Collected data entries:
------------------------------
import { stat } from "node:fs/promises";

/** Whether two paths lead to one file, also by a link; a path to nothing leads to no file. */
export const isSameFile = async (one: string, other: string): Promise<boolean> => {
  try {
    const [a, b] = await Promise.all([stat(one), stat(other)]);
    return a.dev === b.dev && a.ino === b.ino;
  } catch {
    return false;
  }
};
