import { usage } from "./trouble.ts";

const SECONDS: Readonly<Record<string, number>> = { "": 1, s: 1, min: 60, h: 3600, d: 86_400 };

const AMOUNT = /^(\d+\.?\d*|\.\d+)\s*([a-z]*)$/;

const listOf = (text: string, option: string): string[] => {
  const items = text.split(",").map((item) => item.trim());
  if (items.every((item) => item !== "")) return items;
  throw usage(`--${option} is “${text}”.`, "It takes values with commas between them.");
};

/** Diameters in metres: `0.1,0.5,2`. */
export const readDiameters = (text: string): number[] =>
  listOf(text, "diameters").map((item) => {
    const value = AMOUNT.exec(item)?.[2] === "" ? Number(item) : Number.NaN;
    if (value > 0 && value <= 100) return value;
    throw usage(`“${item}” is no diameter.`, "--diameters takes metres, above 0 to 100, such as 0.1,0.5,2.");
  });

/** Times in seconds; `min`, `h` and `d` may follow the number: `60,30min,6.5h`. */
export const readTimes = (text: string): number[] =>
  listOf(text, "exposures").map((item) => {
    const parts = AMOUNT.exec(item);
    const seconds = Number(parts?.[1]) * (SECONDS[parts?.[2] ?? ""] ?? Number.NaN);
    if (seconds > 0 && seconds <= 36_525 * 86_400) return seconds;
    throw usage(`“${item}” is no time.`, "--exposures takes seconds, or a unit behind: 60,600s,30min,6.5h.");
  });

export const readMagnitude = (text: string): number => {
  const value = /^[+-]?(\d+\.?\d*|\.\d+)$/.test(text) ? Number(text) : Number.NaN;
  if (value >= -5 && value <= 40) return value;
  throw usage(`--magnitude is “${text}”.`, "It takes a magnitude from -5 to 40; write --magnitude=-1.5.");
};

/** `60 s`, `1 h`, `6.5 h`. */
export const timeText = (seconds: number): string =>
  seconds >= 3600 && (seconds / 3600) % 0.5 === 0 ? `${seconds / 3600} h` : `${seconds} s`;
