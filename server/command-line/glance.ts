import { type Sample, sampleOf } from "../extracts/sample.ts";
import { SpreadRows } from "../extracts/sample-table.ts";
import type { RecognisedTable } from "../formats/open-table.ts";
import type { TableFinding, TableHeader } from "../formats/table.ts";

/** What a first reading of the whole file shows: its header, and rows spread over all of it. */
export interface Glance {
  readonly header: TableHeader;
  readonly sample: Sample;
  /** What the reader found. */
  readonly findings: readonly TableFinding[];
}

const MOST_ROWS = 4096;

/**
 * Reads the table to its end and keeps some of it. A file that breaks in the middle is found out here, before anything
 * is written, and units are judged by rows of all its parts.
 */
export const glanceAt = async ({
  reader,
  decimalMark,
}: Pick<RecognisedTable, "reader" | "decimalMark">): Promise<Glance> => {
  const spread = new SpreadRows(MOST_ROWS);
  for await (const batch of reader.batches) spread.show(batch);
  const { header } = reader;
  return {
    header,
    findings: reader.findings(),
    sample: sampleOf(header.columns, spread.rows, { decimalMark }),
  };
};
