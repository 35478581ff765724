import { AppError, type ErrorMore } from "../errors.ts";

/** How a command ended: well; not; or with something left for the person to say, an option or an answer. */
export const EXIT = { done: 0, failed: 1, asks: 2 } as const;

const ASKS = 400;

/** The command cannot be understood, or waits for an answer. */
export const asks = (code: string, message: string, more?: ErrorMore): AppError =>
  new AppError(ASKS, code, message, more);

export const usage = (message: string, hint: string): AppError => asks("usage", message, { hint });

/** Whatever stands behind an error of the operating system, in words; undefined for any other error. */
export const systemWords = (error: unknown): string | undefined => {
  const code = error instanceof Error && "code" in error ? error.code : undefined;
  if (code === "ENOENT") return "it does not exist";
  if (code === "EISDIR") return "it is a folder";
  if (code === "ENOTDIR") return "a part of its path is no folder";
  if (code === "EACCES" || code === "EPERM") return "its permissions do not allow it";
  if (code === "ENOSPC") return "the disk is full";
  return undefined;
};

/** The reader of a pipe, `head` for one, has had enough. */
export const isClosedPipe = (error: unknown): boolean =>
  error instanceof Error &&
  "code" in error &&
  (error.code === "EPIPE" || error.code === "ERR_STREAM_DESTROYED");

const indented = (text: string): string => text.replaceAll("\n", "\n  ");

/** What a person reads of an error: what and why, then what to do. A defect shows where it happened. */
export const troubleText = (error: unknown): string => {
  if (error instanceof AppError)
    return `shortlight: ${error.message}\n${error.hint ? `  ${indented(error.hint)}\n` : ""}`;
  const trace = error instanceof Error ? (error.stack ?? error.message) : String(error);
  return `shortlight: This is a defect of the program.\n  ${indented(trace)}\n`;
};

export const exitCode = (error: unknown): number =>
  error instanceof AppError && error.status === ASKS ? EXIT.asks : EXIT.failed;
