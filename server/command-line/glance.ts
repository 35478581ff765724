import type { Sample } from "../extracts/sample.ts";
import type { CsvRecord } from "../formats/csv-splitter.ts";
import type { RecognisedTable } from "../formats/open-table.ts";
import type { ColumnValues, TableFinding, TableHeader } from "../formats/table.ts";

/** What a first reading of the whole file shows: its header, and rows spread over all of it. */
export interface Glance {
  readonly header: TableHeader;
  readonly sample: Sample;
  /** What the reader found. */
  readonly findings: readonly TableFinding[];
}

const MOST_ROWS = 4096;

/** A value as text; numbers in the shortest form that reads back to the same bits. */
export const cellText = (values: ColumnValues | undefined, row: number): string => {
  const value = values?.[row];
  if (typeof value === "string") return value;
  return value === undefined || Number.isNaN(value) ? "" : String(value);
};

/** Keeps every row at first, then every second, fourth …, so that what is kept covers all that was shown. */
class Spread {
  readonly rows: CsvRecord[] = [];
  private step = 1;
  private seen = 0;

  show(row: () => CsvRecord): void {
    if (this.seen++ % this.step !== 0) return;
    this.rows.push(row());
    if (this.rows.length < MOST_ROWS) return;
    this.step *= 2;
    this.rows.splice(0, MOST_ROWS, ...this.rows.filter((_, i) => i % 2 === 0));
  }
}

/**
 * Reads the table to its end and keeps some of it. A file that breaks in the middle is found out here, before anything
 * is written, and units are judged by rows of all its parts.
 */
export const glanceAt = async ({
  reader,
  decimalMark,
}: Pick<RecognisedTable, "reader" | "decimalMark">): Promise<Glance> => {
  const spread = new Spread();
  for await (const { rows, columns } of reader.batches)
    for (let row = 0; row < rows; row++)
      spread.show(() => ({ cells: columns.map((values) => cellText(values, row)), line: 0, text: "" }));
  const { header } = reader;
  return {
    header,
    findings: reader.findings(),
    sample: {
      encoding: "utf-8",
      isEncodingGuessed: false,
      delimiter: ",",
      decimalMark,
      header: header.columns.map((c) => c.name),
      renamed: [],
      rows: spread.rows,
      uneven: [],
      instead: null,
      isBigEndian: false,
      isEmpty: false,
      cutLine: null,
    },
  };
};
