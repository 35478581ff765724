import { parseArgs } from "node:util";
import { usage } from "./trouble.ts";

interface Option {
  readonly type: "string" | "boolean";
  readonly default?: string | boolean;
}

type Values<O extends Readonly<Record<string, Option>>> = {
  [K in keyof O]: O[K] extends { default: string }
    ? string
    : O[K] extends { type: "string" }
      ? string | undefined
      : boolean;
};

export interface ReadOptions<O extends Readonly<Record<string, Option>>> {
  readonly values: Values<O>;
  readonly positionals: readonly string[];
}

/** Options and operands of a command. One that is unknown, doubled or without its value ends in a usage error. */
export const readOptions = <const O extends Readonly<Record<string, Option>>>(
  args: readonly string[],
  options: O,
  command: string,
): ReadOptions<O> => {
  try {
    const known: Readonly<Record<string, Option>> = options;
    const { values, positionals } = parseArgs({ args: [...args], options: known, allowPositionals: true });
    return { values: values as Values<O>, positionals };
  } catch (error) {
    const said = error instanceof Error ? error.message : String(error);
    const why = said.replaceAll("\n", " ").split(/[.?] To specify/)[0] ?? "";
    throw usage(`${why.replace(/\.$/, "")}.`, `\`shortlight ${command} --help\` lists the options.`);
  }
};

/** The value of an option that a command cannot do without. */
export const needed = (value: string | undefined, option: string, command: string): string => {
  if (value !== undefined && value !== "") return value;
  throw usage(`The option --${option} is missing.`, `\`shortlight ${command} --help\` says what it names.`);
};

/** The one operand of a command. */
export const oneOperand = (operands: readonly string[], what: string, command: string): string => {
  const [first, ...more] = operands;
  if (first !== undefined && more.length === 0) return first;
  throw usage(
    first === undefined ? `${what} is missing.` : `One operand is taken, and ${operands.length} are given.`,
    `\`shortlight ${command} --help\` shows how it is called.`,
  );
};

export const oneOf = <const T extends string>(value: string, choices: readonly T[], option: string): T => {
  const found = choices.find((choice) => choice === value);
  if (found !== undefined) return found;
  throw usage(`--${option} is “${value}”.`, `It takes ${choices.join(" or ")}.`);
};
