import { once } from "node:events";
import { basename } from "node:path";
import type { Writable } from "node:stream";
import { AppError } from "../errors.ts";
import { openTable, type RecognisedTable } from "../formats/open-table.ts";
import { bytesOf } from "./open-table.ts";
import { oneOf, oneOperand, readOptions } from "./options.ts";
import { readPlanFile } from "./plan-file.ts";
import { ReadCounts, readReport } from "./read-report.ts";
import { rowLines, rowsHeader } from "./read-rows.ts";
import { type Surroundings, write } from "./surroundings.ts";
import { asks, usage } from "./trouble.ts";
import { beginFile } from "./unfinished-file.ts";

export const READ_HELP = `Says what the readers make of a file, without taking its columns for anything yet.

  shortlight read FILE [--companion README] [--table NAME] [--plan PLAN.json] [--rows] [--format json|ecsv]

  FILE         a table: text between commas, semicolons, tabs, bars or blanks, text in columns, text with a byte-by-byte
               description, ECSV, VOTable or FITS; each also packed with gzip. What it is is told by its content.
  --companion  the byte-by-byte description of FILE, where it is a file of its own
  --table      which table FILE is, where several are described and none has its name
  --plan       a plan as for "derive"; its delimiter, decimalMark and encoding are taken
  --rows       the values as ECSV instead of the report
  --format     json (the report; the default) or ecsv (the same as --rows)

The report is JSON: what the file was taken for, its encoding, its columns with type, unit, UCD, description, null mark
and frame, the rows that it declares and the rows that were read, how many rows were refused with the first of them,
and what was found. Rows are written once all of them have been read, so that a file that ends in the middle leaves
nothing behind.
`;

const OPTIONS = {
  companion: { type: "string" },
  table: { type: "string" },
  plan: { type: "string" },
  rows: { type: "boolean", default: false },
  format: { type: "string" },
} as const;

/** Which of several tables a file is, the person must say. */
const asQuestion = (error: unknown): unknown =>
  error instanceof AppError && error.code === "which-table"
    ? asks(error.code, error.message, { hint: "Say which of them the file is with --table.", cause: error })
    : error;

interface Named {
  readonly file: string;
  readonly companion: string | undefined;
  readonly table: string | undefined;
  readonly plan: string | undefined;
}

const openNamed = async (
  folder: string,
  { file, companion, table, plan }: Named,
): Promise<RecognisedTable> => {
  const { delimiter, decimalMark, encoding } = await readPlanFile(folder, plan);
  const beside = companion === undefined ? undefined : await bytesOf(folder, companion);
  const choice = { name: basename(file), table, companion: beside, delimiter, decimalMark, encoding };
  return openTable(await bytesOf(folder, file), choice).catch((error: unknown) => {
    throw asQuestion(error);
  });
};

const send = async (to: Writable, text: string): Promise<void> => {
  if (!to.write(text)) await once(to, "drain");
};

const writeRows = async (table: RecognisedTable, counts: ReadCounts, at: Surroundings): Promise<void> => {
  const draft = await beginFile(at.folder, undefined, at.out);
  try {
    for await (const batch of table.reader.batches) {
      counts.add(batch);
      await send(draft.rows, rowLines(batch));
    }
    await draft.finish(rowsHeader(table.reader.header));
  } finally {
    await draft.discard();
  }
};

/** What a person should know who sees the rows alone. */
const summary = (table: RecognisedTable, counts: ReadCounts): string => {
  const refused = counts.refused.map(
    ({ row, line, why }) => `  ${line === null ? `row ${row}` : `line ${line}`}: ${why}\n`,
  );
  const found = table.reader.findings().map(({ level, message }) => `  ${level}: ${message}\n`);
  return `${counts.rows} rows read, ${counts.refusedRows} refused; taken for ${table.takenFor}.\n${refused.join("")}${found.join("")}`;
};

export const read = async (args: readonly string[], at: Surroundings): Promise<void> => {
  const { values, positionals } = readOptions(args, OPTIONS, "read");
  const file = oneOperand(positionals, "The file to read", "read");
  const format = oneOf(values.format ?? (values.rows ? "ecsv" : "json"), ["json", "ecsv"], "format");
  if (values.rows && format === "json")
    throw usage("--rows writes ECSV, and --format json asks for the report.", "Leave one of them out.");
  const { companion, table, plan } = values;
  const opened = await openNamed(at.folder, { file, companion, table, plan });
  const counts = new ReadCounts();
  if (format === "ecsv") {
    await writeRows(opened, counts, at);
    return write(at.err, summary(opened, counts));
  }
  for await (const batch of opened.reader.batches) counts.add(batch);
  await write(at.out, `${JSON.stringify(readReport(file, opened, counts), null, 2)}\n`);
};
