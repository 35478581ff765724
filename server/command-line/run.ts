import { DERIVE_HELP, derive } from "./derive.ts";
import { EXPLAIN_HELP, explain } from "./explain.ts";
import { PRECISION_HELP, precision } from "./precision.ts";
import { READ_HELP, read } from "./read.ts";
import { type Surroundings, write } from "./surroundings.ts";
import { EXIT, exitCode, isClosedPipe, troubleText, usage } from "./trouble.ts";

interface Command {
  readonly run: (args: readonly string[], at: Surroundings) => Promise<void>;
  readonly help: string;
}

const COMMANDS: Readonly<Record<string, Command>> = {
  derive: { run: derive, help: DERIVE_HELP },
  explain: { run: explain, help: EXPLAIN_HELP },
  precision: { run: precision, help: PRECISION_HELP },
  read: { run: read, help: READ_HELP },
};

const HELP = `Works out what a transit survey can do with a star, without a server and without a database.

  shortlight derive FILE --card CARD --campaign CAMPAIGN
      every derived column of every star of an extract, with its error and the reason where it is blank
  shortlight explain FILE --star ID --quantity KEY
      how one of these numbers comes about, step by step
  shortlight precision --diameters LIST --exposures LIST --magnitude M
      how precisely a star can be measured, by diameter of the aperture and time
  shortlight read FILE
      what the readers make of a file: its format, columns and rows, and what is wrong with it

  shortlight COMMAND --help says more of each.

Exit codes: 0 done; 1 failed; 2 the command leaves something to say: an option, or the answer to a question about
the file. What went wrong stands on the standard error; nothing is written then.
`;

const isHelp = (arg: string | undefined): boolean => arg === "--help" || arg === "-h" || arg === "help";

const dispatch = async (args: readonly string[], at: Surroundings): Promise<void> => {
  const [name, ...rest] = args;
  if (name === undefined) throw usage("No command is named.", "`shortlight --help` lists the commands.");
  if (isHelp(name)) return write(at.out, HELP);
  const command = Object.hasOwn(COMMANDS, name) ? COMMANDS[name] : undefined;
  if (!command) throw usage(`There is no command “${name}”.`, "`shortlight --help` lists the commands.");
  return rest.some((arg) => isHelp(arg) && arg !== "help")
    ? write(at.out, command.help)
    : command.run(rest, at);
};

/** Runs one command. Resolves to the code that the process ends with. */
export const runCommandLine = async (args: readonly string[], at: Surroundings): Promise<number> => {
  // A closed pipe rejects the write that met it; without a listener it would end the process as well.
  for (const stream of [at.out, at.err]) stream.on("error", () => undefined);
  try {
    await dispatch(args, at);
    return EXIT.done;
  } catch (error) {
    if (isClosedPipe(error)) return EXIT.done;
    await write(at.err, troubleText(error)).catch(() => undefined);
    return exitCode(error);
  }
};
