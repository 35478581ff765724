import type { ReadingPlan } from "#shared/api/extracts.ts";
import { IdentifierSet } from "../catalogue/identifier-set.ts";
import type { Value } from "../database/bulk.ts";
import { EntryMapper } from "../extracts/entry-mapper.ts";
import type { RecognisedTable } from "../formats/open-table.ts";
import type { RefusedRow, TableFinding } from "../formats/table.ts";
import { glanceAt } from "./glance.ts";
import { openTable } from "./open-table.ts";
import { readPlanFile } from "./plan-file.ts";
import { understand } from "./understand.ts";

/** read = accepted + refused + skipped, always. */
export interface RowCounts {
  read: number;
  accepted: number;
  refused: number;
  skipped: number;
}

const BLOCK_ROWS = 4096;
const REFUSALS_KEPT = 10;

/** Sorts the rows of a table under its plan, and hands the stars on in blocks. */
export class StarRows {
  readonly counts: RowCounts = { read: 0, accepted: 0, refused: 0, skipped: 0 };
  /** The first refused rows, to be named. */
  readonly refusals: { row: number; line: number | null; why: string }[] = [];
  private readonly seen = new IdentifierSet();
  private readonly mapper: EntryMapper;

  constructor(
    private readonly table: RecognisedTable,
    plan: ReadingPlan,
  ) {
    this.mapper = new EntryMapper(plan);
  }

  /** What the reader found, complete once all blocks are read. */
  findings(): readonly TableFinding[] {
    return this.table.reader.findings();
  }

  /** Values of accepted rows, each in the order of `GIVEN`. */
  async *blocks(): AsyncGenerator<readonly Value[][]> {
    let block: Value[][] = [];
    for await (const batch of this.table.reader.batches) {
      this.refuse(batch.refused);
      this.mapper.read(batch.columns, batch.rows);
      for (let row = 0; row < batch.rows; row++) {
        const values = this.take(row);
        if (values) block.push(values);
        if (block.length < BLOCK_ROWS) continue;
        yield block;
        block = [];
      }
    }
    if (block.length > 0) yield block;
  }

  private take(row: number): Value[] | null {
    const { counts, mapper, seen } = this;
    counts.read++;
    const trouble = mapper.troubleOf(row);
    if (trouble !== null) {
      counts.refused++;
      this.keep({ row: counts.read, line: null, why: trouble });
      return null;
    }
    const identity = mapper.identityOf(row);
    if (identity !== "" && !seen.add(identity)) {
      counts.skipped++;
      return null;
    }
    counts.accepted++;
    return mapper.valuesOf(row);
  }

  private refuse(refused: readonly RefusedRow[]): void {
    this.counts.read += refused.length;
    this.counts.refused += refused.length;
    for (const { row, line, why } of refused) this.keep({ row, line, why });
  }

  private keep(refusal: { row: number; line: number | null; why: string }): void {
    if (this.refusals.length < REFUSALS_KEPT) this.refusals.push(refusal);
  }
}

/**
 * The stars of a file, read twice: once to understand it, and once for its rows.
 *
 * @param plan name of a plan file; undefined for none
 */
export const readStars = async (
  folder: string,
  file: string,
  plan: string | undefined,
): Promise<StarRows> => {
  const answers = await readPlanFile(folder, plan);
  const understood = understand(await glanceAt(await openTable(folder, file, answers)), answers);
  return new StarRows(await openTable(folder, file, answers), understood);
};
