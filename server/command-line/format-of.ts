import { isEcsv } from "../formats/ecsv/header-lines.ts";
import { openEcsv } from "../formats/ecsv/open-ecsv.ts";
import { detectEncoding, textDecoder } from "../formats/encoding.ts";
import { openFits } from "../formats/fits/open-fits.ts";
import type { OpenTable } from "../formats/table.ts";
import { openVotable } from "../formats/votable/read-votable.ts";

const isFits = (head: Uint8Array): boolean =>
  Buffer.from(head.subarray(0, 9)).toString("latin1") === "SIMPLE  =";

const isXml = (head: Uint8Array): boolean => {
  const text = textDecoder(detectEncoding(head).encoding).decode(head, { stream: true });
  return /^\s*<(\?xml|VOTABLE|\w+:VOTABLE)/.test(text);
};

const FORMATS: readonly { is(head: Uint8Array): boolean; readonly open: OpenTable }[] = [
  { is: isEcsv, open: openEcsv },
  { is: isFits, open: openFits },
  { is: isXml, open: openVotable },
];

/** The reader of a file that says itself what it is, by its first bytes; undefined for plain text and all else. */
export const formatOf = (head: Uint8Array): OpenTable | undefined => FORMATS.find(({ is }) => is(head))?.open;
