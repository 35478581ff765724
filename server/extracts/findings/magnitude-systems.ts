import type { Finding } from "#shared/api/extracts.ts";
import { isMagnitude } from "../suggest-magnitudes.ts";
import { vegaOffset } from "../vega-offsets.ts";
import { accept, ask, isAccepted, quoted } from "./finding.ts";
import { type Look, median, type UsedColumn } from "./look.ts";

const open = ({ used }: Look): Finding[] => {
  const cards = used
    .filter((u) => isMagnitude(u.card.means) && u.card.magnitudeSystem === null)
    .map((u) => u.card);
  if (cards.length === 0) return [];
  const isOne = cards.length === 1;
  return [
    ask(
      "magnitude-system",
      `The file does not say whether ${quoted(cards.map((c) => c.header))} ${isOne ? "is" : "are"} on the scale of Vega or of AB. In Ks they are ${vegaOffset("ks_mag").toFixed(2)} mag apart.`,
      isOne
        ? "Say which zero point it has."
        : "Say which zero point they have; where they differ, say it column by column in the plan below.",
      {
        column: isOne ? (cards[0]?.header ?? null) : null,
        count: cards.length,
        answers: [
          { value: "vega", label: "Vega" },
          { value: "ab", label: "AB" },
        ],
      },
    ),
  ];
};

const LEAST_SHARED = 5;
/** How near to the step between the systems the difference must be, mag; smaller steps are not told from colours. */
const NEAR = 0.15;
const LEAST_STEP = 0.3;

/** Against what other extracts say of the same stars: they are on the scale of Vega, as the catalogue keeps them. */
const mixed = (look: Look, u: UsedColumn): Finding[] => {
  const others = look.knowledge.shared?.values.get(u.card.means);
  if (!others || !isMagnitude(u.card.means) || u.card.magnitudeSystem === null) return [];
  const isAb = u.card.magnitudeSystem === "ab";
  const step = vegaOffset(u.card.means);
  const differences = [...u.values]
    .map((value, row) => value - (isAb ? step : 0) - (others[row] ?? Number.NaN))
    .filter((d) => Number.isFinite(d));
  const middle = median(differences);
  const isStep = Math.abs(step) >= LEAST_STEP && Math.abs(Math.abs(middle) - Math.abs(step)) <= NEAR;
  if (differences.length < LEAST_SHARED || !isStep) return [];
  if (isAccepted(look.plan, "magnitude-system-mixed", u.card.header)) return [];
  return [
    ask(
      "magnitude-system-mixed",
      `“${u.card.header}” and other extracts give ${u.meaning.label} for ${differences.length} shared stars and differ by ${Math.abs(middle).toFixed(2)} mag. That is the step between AB and Vega.`,
      "Say which zero point this file has.",
      {
        column: u.card.header,
        count: differences.length,
        answers: [
          isAb ? { value: "vega", label: "This file is Vega" } : { value: "ab", label: "This file is AB" },
          accept("It is right as it is"),
        ],
      },
    ),
  ];
};

/** Zero points of magnitudes: unknown, or another than in the other extracts. */
export const magnitudeSystemFindings = (look: Look): Finding[] => [
  ...open(look),
  ...look.used.flatMap((u) => mixed(look, u)),
];
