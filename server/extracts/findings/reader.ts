import type { Finding, ReadingPlan } from "#shared/api/extracts.ts";
import type { TableFinding } from "../../formats/table.ts";
import { accept } from "./finding.ts";

/** What "go on" means where it is more than taking the file as it is. */
const LABELS: Readonly<Record<string, string>> = {
  "votable-overflow": "Keep as partial",
};
const HINTS: Readonly<Record<string, string>> = {
  "votable-overflow":
    "Delete this extract and change the query, or keep the part; a cut answer is not a fair sample of the stars asked for.",
};

const fromReader = ({ key, level, message, hint, count, examples }: TableFinding): Finding => ({
  level,
  code: key,
  column: null,
  message,
  hint: HINTS[key] ?? (hint || "Nothing needs to be done."),
  count,
  examples: examples.map((text) => ({ line: 0, text })),
  answers: level === "ask" ? [accept(LABELS[key] ?? "Take the file as it is")] : [],
});

/** What the readers of the formats found, with a way to answer what they ask. */
export const readerFindings = (found: readonly TableFinding[], plan: ReadingPlan | null): Finding[] =>
  found.filter((f) => f.level !== "ask" || !plan?.accepted?.includes(f.key)).map(fromReader);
------------------------------
§ **What to work on**: Your task for the entries above: copy exactly the span starting with the line with "const code = error" and going on through the line with "same bits. */", both lines included, and nothing else.

§ **Your solution**:
  const code = error instanceof Error && "code" in error ? error.code : undefined;
  if (code === "ENOENT") return "it does not exist";
  if (code === "EISDIR") return "it is a folder";
  if (code === "ENOTDIR") return "a part of its path is no folder";
  if (code === "EACCES" || code === "EPERM") return "its permissions do not allow it";
  if (code === "ENOSPC") return "the disk is full";
  return undefined;
};

/** The reader of a pipe, `head` for one, has had enough. */
export const isClosedPipe = (error: unknown): boolean =>
  error instanceof Error &&
  "code" in error &&
  (error.code === "EPIPE" || error.code === "ERR_STREAM_DESTROYED");

const indented = (text: string): string => text.replaceAll("\n", "\n  ");

/** What a person reads of an error: what and why, then what to do. A defect shows where it happened. */
export const troubleText = (error: unknown): string => {
  if (error instanceof AppError)
    return `shortlight: ${error.message}\n${error.hint ? `  ${indented(error.hint)}\n` : ""}`;
  const trace = error instanceof Error ? (error.stack ?? error.message) : String(error);
  return `shortlight: This is a defect of the program.\n  ${indented(trace)}\n`;
};

export const exitCode = (error: unknown): number =>
  error instanceof AppError && error.status === ASKS ? EXIT.asks : EXIT.failed;
filename server/command-line/glance.ts
repository 35478581ff765724
import type { Sample } from "../extracts/sample.ts";
import type { CsvRecord } from "../formats/csv-splitter.ts";
import type { RecognisedTable } from "../formats/open-table.ts";
import type { ColumnValues, TableFinding, TableHeader } from "../formats/table.ts";

/** What a first reading of the whole file shows: its header, and rows spread over all of it. */
export interface Glance {
  readonly header: TableHeader;
  readonly sample: Sample;
  /** What the reader found. */
  readonly findings: readonly TableFinding[];
}

const MOST_ROWS = 4096;

/** A value as text; numbers in the shortest form that reads back to the same bits. */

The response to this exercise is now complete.